Assigned task.
Look through the records and copy every line in which "index" appears.

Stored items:

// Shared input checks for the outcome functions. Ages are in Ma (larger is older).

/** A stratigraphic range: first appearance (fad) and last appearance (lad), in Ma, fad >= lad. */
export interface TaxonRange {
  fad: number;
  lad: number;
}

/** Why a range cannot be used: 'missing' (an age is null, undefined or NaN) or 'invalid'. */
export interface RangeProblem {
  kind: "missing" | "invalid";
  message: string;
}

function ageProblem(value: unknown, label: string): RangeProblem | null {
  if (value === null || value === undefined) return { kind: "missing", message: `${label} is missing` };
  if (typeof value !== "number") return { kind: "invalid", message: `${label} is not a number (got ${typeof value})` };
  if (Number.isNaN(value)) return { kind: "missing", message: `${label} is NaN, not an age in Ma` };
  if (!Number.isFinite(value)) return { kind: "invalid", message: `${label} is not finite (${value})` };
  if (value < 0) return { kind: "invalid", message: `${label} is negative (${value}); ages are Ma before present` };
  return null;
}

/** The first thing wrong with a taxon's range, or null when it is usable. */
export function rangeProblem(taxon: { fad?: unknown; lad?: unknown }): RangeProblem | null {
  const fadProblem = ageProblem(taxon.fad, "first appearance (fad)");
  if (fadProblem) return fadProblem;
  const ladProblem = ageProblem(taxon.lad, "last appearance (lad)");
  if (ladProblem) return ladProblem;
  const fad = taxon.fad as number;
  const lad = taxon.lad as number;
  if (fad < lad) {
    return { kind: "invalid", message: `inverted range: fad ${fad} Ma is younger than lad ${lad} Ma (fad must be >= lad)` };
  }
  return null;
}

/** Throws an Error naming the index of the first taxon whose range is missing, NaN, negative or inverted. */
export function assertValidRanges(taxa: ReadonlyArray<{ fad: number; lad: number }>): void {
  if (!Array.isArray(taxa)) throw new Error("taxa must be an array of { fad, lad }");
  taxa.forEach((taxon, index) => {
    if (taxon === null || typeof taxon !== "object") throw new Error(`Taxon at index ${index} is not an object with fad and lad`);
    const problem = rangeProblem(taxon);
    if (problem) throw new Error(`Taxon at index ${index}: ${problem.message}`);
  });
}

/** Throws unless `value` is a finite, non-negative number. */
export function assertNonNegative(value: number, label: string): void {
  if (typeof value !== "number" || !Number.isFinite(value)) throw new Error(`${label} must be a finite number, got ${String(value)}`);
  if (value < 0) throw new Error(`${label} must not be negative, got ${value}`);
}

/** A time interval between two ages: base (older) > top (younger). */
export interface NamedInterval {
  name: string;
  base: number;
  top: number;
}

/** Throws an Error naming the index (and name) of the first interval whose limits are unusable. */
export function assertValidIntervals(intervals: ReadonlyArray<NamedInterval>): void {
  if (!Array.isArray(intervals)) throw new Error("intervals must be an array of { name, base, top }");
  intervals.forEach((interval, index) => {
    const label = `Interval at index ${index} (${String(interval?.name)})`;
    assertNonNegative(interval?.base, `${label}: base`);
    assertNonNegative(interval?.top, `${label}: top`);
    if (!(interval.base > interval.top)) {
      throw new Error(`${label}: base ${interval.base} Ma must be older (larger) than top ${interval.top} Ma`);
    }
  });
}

Expected answer.
/** Throws an Error naming the index of the first taxon whose range is missing, NaN, negative or inverted. */
  taxa.forEach((taxon, index) => {
    if (taxon === null || typeof taxon !== "object") throw new Error(`Taxon at index ${index} is not an object with fad and lad`);
    if (problem) throw new Error(`Taxon at index ${index}: ${problem.message}`);
/** Throws an Error naming the index (and name) of the first interval whose limits are unusable. */
  intervals.forEach((interval, index) => {
    const label = `Interval at index ${index} (${String(interval?.name)})`;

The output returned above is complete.